Saved entries
^^^^^^^^
"""Who disagrees with whom: hold-outs, kinds against each other, and what moves."""

from __future__ import annotations

from collections.abc import Sequence
from typing import Final

import numpy as np
from astropy.table import Table
from matplotlib.axes import Axes
from matplotlib.figure import Figure
from numpy.typing import NDArray

from fogline.figures.comparison import quantity_label
from fogline.figures.style import (
    MODEL,
    ONE_COLUMN,
    SMALL,
    TWO_COLUMNS,
    WARNING,
    add_note,
    readable,
    styled,
)

Array = NDArray[np.float64]

REACH: Final = 4.0
"""σ of the strongest colour of a map."""


@styled
def draw_tension(tension: Table, pairwise: Table) -> Figure:
    """Draw the tension of every hold-out, and below it every kind against every other.

    Parameters
    ----------
    tension, pairwise : astropy.table.Table
        From `fogline.trust.tension_tables`.

    Returns
    -------
    matplotlib.figure.Figure
    """
    kinds = list(dict.fromkeys([*map(str, pairwise["fitted"]), *map(str, pairwise["predicted"])]))
    heights = [0.5 + 0.18 * len(tension), 0.35 + 0.24 * len(kinds)]
    rows = 2 if kinds else 1
    figure = Figure(
        figsize=(ONE_COLUMN, 0.6 + sum(heights[:rows]) + 0.7 * (rows - 1)), layout="constrained"
    )
    panels = figure.subplots(rows, squeeze=False, height_ratios=heights[:rows])[:, 0]
    _draw_hold_outs(panels[0], tension)
    level = float(tension.meta["sigma_level"])
    notes = [
        f"Each data set against all others. Dashed: flagged ({level:.1f} $\\sigma$). Filled: "
        "reweighted joint posterior; open: refitted; arrows: data above (right) or below (left)."
    ]
    if kinds:
        _draw_map(panels[1], pairwise, kinds)
        notes.append("Below: $\\sigma$ of a kind (across) against the fit of another alone (down).")
    add_note(figure, notes)
    return figure


def _draw_hold_outs(axes: Axes, table: Table) -> None:
    sigma = np.asarray(table["sigma"], float)
    offset = np.asarray(table["offset"], float)
    y = np.arange(len(table))
    level = float(table.meta["sigma_level"])
    axes.axvline(level, color=WARNING, linewidth=0.8, linestyle="--", zorder=1)
    for i in y:
        colour = WARNING if str(table["flag"][i]) not in ("", "--") else MODEL
        refitted = str(table["how"][i]) == "refitted"
        axes.plot([0.0, sigma[i]], [i, i], color=colour, linewidth=0.8, zorder=2)
        axes.plot(
            sigma[i],
            i,
            ">" if offset[i] > 0.0 else "<",
            color=colour,
            markerfacecolor="white" if refitted else colour,
            markersize=4.5,
            zorder=3,
        )
    axes.set_yticks(y, [readable(str(group)) for group in table["group"]])
    axes.set_ylim(len(table) - 0.5, -0.5)
    axes.set_xlim(0.0, max(1.15 * level, 1.1 * float(sigma.max(initial=0.0))))
    axes.tick_params(axis="y", which="both", length=0.0)
    axes.set_xlabel(r"tension with all other data [$\sigma$]")


def _draw_map(axes: Axes, table: Table, kinds: Sequence[str]) -> None:
    grid = np.full((len(kinds), len(kinds)), np.nan)
    for row in table:
        grid[kinds.index(str(row["fitted"])), kinds.index(str(row["predicted"]))] = row["sigma"]
    labels = [readable(kind) for kind in kinds]
    _map(axes, grid, labels, labels, cmap="Reds", low=0.0)
    axes.set_ylabel("fitted alone")


@styled
def draw_shifts(table: Table) -> Figure:
    """Draw how headline quantities move without each group, in σ of the difference.

    Parameters
    ----------
    table : astropy.table.Table
        From `fogline.trust.tension_tables.shift_table`.

    Returns
    -------
    matplotlib.figure.Figure
    """
    groups = list(dict.fromkeys(map(str, table["group"])))
    lines = list(dict.fromkeys(zip(map(str, table["quantity"]), table["z"], strict=True)))
    grid = np.full((len(lines), len(groups)), np.nan)
    for row in table:
        where = lines.index((str(row["quantity"]), row["z"])), groups.index(str(row["group"]))
        grid[where] = row["shift_sigma"]
    width = min(TWO_COLUMNS, 2.2 + 0.36 * len(groups))
    figure = Figure(figsize=(width, 1.6 + 0.165 * len(lines)), layout="constrained")
    axes = figure.subplots()
    rows = [quantity_label(*line) for line in lines]
    _map(axes, grid, rows, [readable(group) for group in groups], cmap="RdBu_r", low=-REACH)
    axes.set_xlabel("left out")
    add_note(
        figure,
        [
            "Value with all data minus value without, over the error of that difference. Empty: "
            "the data set hardly changes the error."
        ],
    )
    return figure


def _map(
    axes: Axes, grid: Array, rows: Sequence[str], columns: Sequence[str], *, cmap: str, low: float
) -> None:
    """Draw numbers on a coloured map."""
    axes.imshow(grid, cmap=cmap, vmin=1.6 * low, vmax=1.6 * REACH, aspect="auto")
    for (i, j), value in np.ndenumerate(grid):
        if np.isfinite(value):
            text = f"{round(value, 1) + 0.0:.1f}".replace("-", "−")  # no minus zero
            axes.text(j, i, text, ha="center", va="center", fontsize=SMALL)
    axes.set_yticks(range(len(rows)), rows)
    axes.set_xticks(range(len(columns)), columns, rotation=90)
    axes.tick_params(which="both", length=0.0)
    axes.minorticks_off()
^^^^^^^^
• What you need to do:
Wherever "predicted" occurs in the entries above, copy the line it sits on.

• Written answer:
    kinds = list(dict.fromkeys([*map(str, pairwise["fitted"]), *map(str, pairwise["predicted"])]))
        grid[kinds.index(str(row["fitted"])), kinds.index(str(row["predicted"]))] = row["sigma"]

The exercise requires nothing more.